Mt. Evans - West Ridge via Chicago Creek
Climbing mountains is dangerous! Please read the Mountaineering Safety Page and make sure you have a map+compass and can use them effectively. A GPS or cell phone can be very helpful with navigation but you should still be able to use a map+compass in case your device stops working.
(September, 2013) Heavy rains caused a large washout on the slope above upper Chicago Lake, on the left side of route photo #19. Portions of the CFI-built trail have been washed out and there is a large debris area. If you hike this route, please be careful when ascending this area.
|Difficulty:|| Class 2 |
|Total Gain:||5,600 feet|
|RT Length:||16.5 - 17.5 miles|
|USGS Quad.:||Mount Evans|
|County Sheriff:||Clear Creek: 303-679-2376
|National Forests:||Arapaho, Pike|
|Wilderness Area:||Mount Evans|
Take Exit 240 at Idaho Springs on Interstate 70. Drive south on Colorado 103 for 13.5 miles at Echo Lake.

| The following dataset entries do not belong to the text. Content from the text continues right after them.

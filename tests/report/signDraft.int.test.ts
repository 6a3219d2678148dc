import { afterEach, beforeEach, describe, expect, it } from "vitest";
import { closeDb } from "../../lib/store/db";
import { getOrCreateDraft, getReport, saveDraft } from "../../lib/store/reports";
import { getTest, latestSettings, listAudit, renameTest, saveAnalysisVersion, saveTest } from "../../lib/store/tests";
import { labelSchema } from "../../app/schemas";
import type { ReportSection } from "../../lib/report/reportModel";
import { AMENDMENT_REASON_MAX_CHARS, readSignForm } from "../../app/tests/[id]/report/schemas";
import { mergeRecheck, saveDraftChecked, signDraft } from "../../app/tests/[id]/report/signDraft";
import { listReports } from "../../lib/store/reports";

// INVENTED report text (not patient data).
const generated: ReportSection[] = [
  { id: "results", title: "Results", paragraphs: ["Peak VO2 1284 mL/min."] },
  { id: "conclusion", title: "Conclusion", paragraphs: ["Generated conclusion."] },
];

function newDraft(sections: ReportSection[] = generated) {
  const testId = saveTest({ uploadId: null, label: "Sign test (invented)", record: null, columns: [], issues: [] });
  saveAnalysisVersion(testId, {}, "0.0.0-test", "tester");
  const analysisId = latestSettings(testId)!.id;
  return { testId, analysisId, draft: getOrCreateDraft(testId, analysisId, sections) };
}

/** The sign form as the browser sends it: the on-screen text in hidden fields. */
function signForm(testId: number, reportId: number, texts: Record<string, string>, extra: Record<string, string> = {}) {
  const form = new FormData();
  form.set("testId", String(testId));
  form.set("reportId", String(reportId));
  form.set("revision", String(getReport(reportId)?.revision ?? 0)); // the revision the page showed
  for (const s of generated) {
    form.set(`title:${s.id}`, s.title);
    form.set(`section:${s.id}`, texts[s.id]);
  }
  form.set("signer", "Dr A Example");
  form.set("attest", "on");
  for (const [k, v] of Object.entries(extra)) form.set(k, v);
  return form;
}

/** What the server action does with the form: read it as the action does (`readSignForm`), then `signDraft`. */
function submit(form: FormData) {
  const { input, error } = readSignForm(form);
  if (!input) throw error;
  return signDraft(input);
}

describe("signDraft: what is signed is exactly the text on screen (SQLite in memory)", () => {
  beforeEach(() => {
    process.env.CPET_DB = ":memory:";
    closeDb();
  });
  afterEach(() => closeDb());

  it("saves unsaved on-screen edits and signs that text in one step", () => {
    const { testId, draft } = newDraft();
    // The reviewer typed a new conclusion and never pressed "Save draft".
    const onScreen = {
      results: "Peak VO2 1284 mL/min.",
      conclusion: "Reviewer's conclusion, typed but not saved.\n\nSecond paragraph.",
    };
    const res = submit(signForm(testId, draft.id, onScreen));
    expect(res.ok).toBe(true);
    const signed = getReport(draft.id)!;
    expect(signed.status).toBe("signed");
    expect(signed.sections.find((s) => s.id === "conclusion")!.paragraphs).toEqual([
      "Reviewer's conclusion, typed but not saved.",
      "Second paragraph.",
    ]);
    expect(res.ok && res.textSaved).toBe(true);
    const actions = listAudit(testId).map((a) => a.action);
    expect(actions.slice(0, 2)).toEqual(["report-signed", "report-draft-saved"]);
  });

  it("signs without a new save when the on-screen text is the stored text", () => {
    const { testId, draft } = newDraft();
    const res = submit(signForm(testId, draft.id, { results: "Peak VO2 1284 mL/min.", conclusion: "Generated conclusion." }));
    expect(res).toMatchObject({ ok: true, textSaved: false });
    expect(getReport(draft.id)!.sections).toEqual(generated);
    expect(listAudit(testId).map((a) => a.action)).not.toContain("report-draft-saved");
  });

  it("refuses, changing nothing, when the analysis changed after the page was opened", () => {
    const { testId, draft } = newDraft();
    saveAnalysisVersion(testId, { bootstrap: 5 }, "0.0.0-test", "tester", "VT1 override (test)");
    const res = submit(signForm(testId, draft.id, { results: "x", conclusion: "Edited." }));
    expect(res.ok).toBe(false);
    expect(!res.ok && res.errors.form).toMatch(/analysis of this test changed/);
    expect(getReport(draft.id)).toMatchObject({ status: "draft", sections: generated });
  });

  it("refuses while a carried-forward section is not re-checked, and rolls back the on-screen save", () => {
    const note = {
      fromVersion: 1,
      fromReportId: 1,
      reason: "Written for an earlier analysis.",
      changes: ["VT1 (AT): 890 mL/min → 1100 mL/min"],
      generated: [],
    };
    const carried: ReportSection[] = [generated[0], { ...generated[1], paragraphs: ["Old conclusion."], recheck: note }];
    const { testId, draft } = newDraft(carried);
    const texts = { results: "Edited results.", conclusion: "Old conclusion." };
    const refused = submit(signForm(testId, draft.id, texts));
    expect(refused.ok).toBe(false);
    expect(!refused.ok && refused.errors.conclusion).toMatch(/Re-check/);
    expect(!refused.ok && refused.errors.form).toMatch(/“Conclusion”/);
    expect(getReport(draft.id)).toMatchObject({ status: "draft", sections: carried }); // nothing saved
    // Ticked as re-checked: signed, and the note is gone from the signed text.
    const ok = submit(signForm(testId, draft.id, texts, { "rechecked:conclusion": "on" }));
    expect(ok.ok).toBe(true);
    const signed = getReport(draft.id)!;
    expect(signed.sections.map((s) => s.recheck)).toEqual([undefined, undefined]);
    expect(signed.sections[0].paragraphs).toEqual(["Edited results."]);
  });

  it("refuses an already signed version with a reason", () => {
    const { testId, draft } = newDraft();
    const texts = { results: "a", conclusion: "b" };
    expect(submit(signForm(testId, draft.id, texts)).ok).toBe(true);
    const again = submit(signForm(testId, draft.id, { results: "c", conclusion: "d" }));
    expect(!again.ok && again.errors.form).toMatch(/already signed by Dr A Example/);
    expect(getReport(draft.id)!.sections[0].paragraphs).toEqual(["a"]);
    // A save on a signed version makes a new draft; the signed text stays.
    const revised = saveDraft(draft.id, generated, "tester")!;
    expect(revised.id).not.toBe(draft.id);
  });

  it("mergeRecheck keeps the server's note unless the reviewer ticked the section", () => {
    const note = { fromVersion: 2, fromReportId: 5, reason: "r", changes: [], generated: [] };
    const stored = [{ ...generated[1], recheck: note }];
    const onScreen = [{ id: "conclusion", title: "Conclusion", paragraphs: ["x"] }];
    expect(mergeRecheck(stored, onScreen, [])[0].recheck).toEqual(note);
    expect(mergeRecheck(stored, onScreen, ["conclusion"])[0].recheck).toBeUndefined();
  });
});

You can park near the lake (by the picnic area) or drive up to the Echo Lake Lodge and park in one of the parking lots near the entrance to the Mt. Evans road (Colorado 5).
This route has a great trail all the way to Summit Lake and is considered the standard way to climb Evans from a lower trailhead.
Park near the Echo Lake lodge and locate a trail which starts on the west side of the lodge parking area - Photo #1. Follow the trail west through the forest (Photo #2) for approx. 0.5 mile to reach a trail junction ( 39.65690° N, -105.60568° W) for the Chicago Lakes trail - Photo #3. If you started your hike from the Echo Lake Park, at the northwest corner of the lake, walk south past the lake to reach the Chicago Lakes trail.
Continue west and southwest to the side of a ridge (Photo #4) where you can look down into Chicago Creek. Switchback down 400 feet (Photo #5) to Chicago Creek and cross the creek using a log bridge (Photo #6) to reach a dirt road - Photo #7. Turn left and follow the road up to the Idaho Springs Reservoir ( 39.64498° N, -105.61653° W) at 10,600' - Photo #8. Shortly after the reservoir, pass a couple of cabins (Photo #9) and the road ends at a trail kiosk ( 39.63984° N, -105.61689° W) - Photo #10. Fill out a wilderness permit and follow the trail into the Mt. Evans Wilderness - Photo #11 and Photo #12. After hiking over 1.5 miles in the wilderness, you'll reach an overlook (11,550'), just uphill from Lower Chicago Lake - Photo #13. Your next goal is to reach Upper Chicago Lake ( 39.61269° N, -105.63896° W), but you must get past the headwall which separates the two lakes. Continue southwest/south, weave past some large boulders (Photo #14) and ascend steep terrain on the far right side of the headwall - Photo #15 and Photo #16. After gaining the headwall, it's a short walk to Upper Chicago Lake - Photo #17.
Your goal is to hike to the saddle between Mt. Warren (left) and Mt. Spalding (right), which is 1,100' higher. Turn left, cross the stream outlet (Photo #18) and follow the trail to the base of Mt. Warren's (13,307') west slopes - Photo #19 and Photo #20. Climb steeply up the slope (Photo #21) and traverse south on the great trail - Photo #22. The trail approaches some cliff bands (Photo #23) but you'll find that it is easy to follow and not that difficult. Photo #24 looks back on the ascent. Continue under the cliff bands (Photo #25) to reach the saddle (Photo #26) between Mt. Warren and Mt. Spalding, near the north end of Summit Lake ( 39.60140° N, -105.64241° W) (12,900').
To reach the summit, turn right at the saddle/lake and use Mt. Evans - Route #2 (West Ridge via Mt. Spalding). To reduce the return mileage by about 0.75 mile, the Mt. Evans - Route #5 (Northeast Face) route can be used to return to Summit Lake.
If the Mt. Evans road (Colorado 5) is open and you don't want to hike round-trip, have someone pick you up at the summit or Summit Lake on your return. IMPORTANT: This route enters the Mount Evans Wilderness area. Wilderness areas have special regulations and restrictions for party size, dispersed camping, campfires, etc. Also, dog owners should read the wilderness information carefully because some wilderness areas prohibit dogs to be off-leash and/or limit how close dogs can be to lakes and streams. If you have questions about the Wilderness area, please contact a U.S. Forest Service office for the National Forest(s) listed above.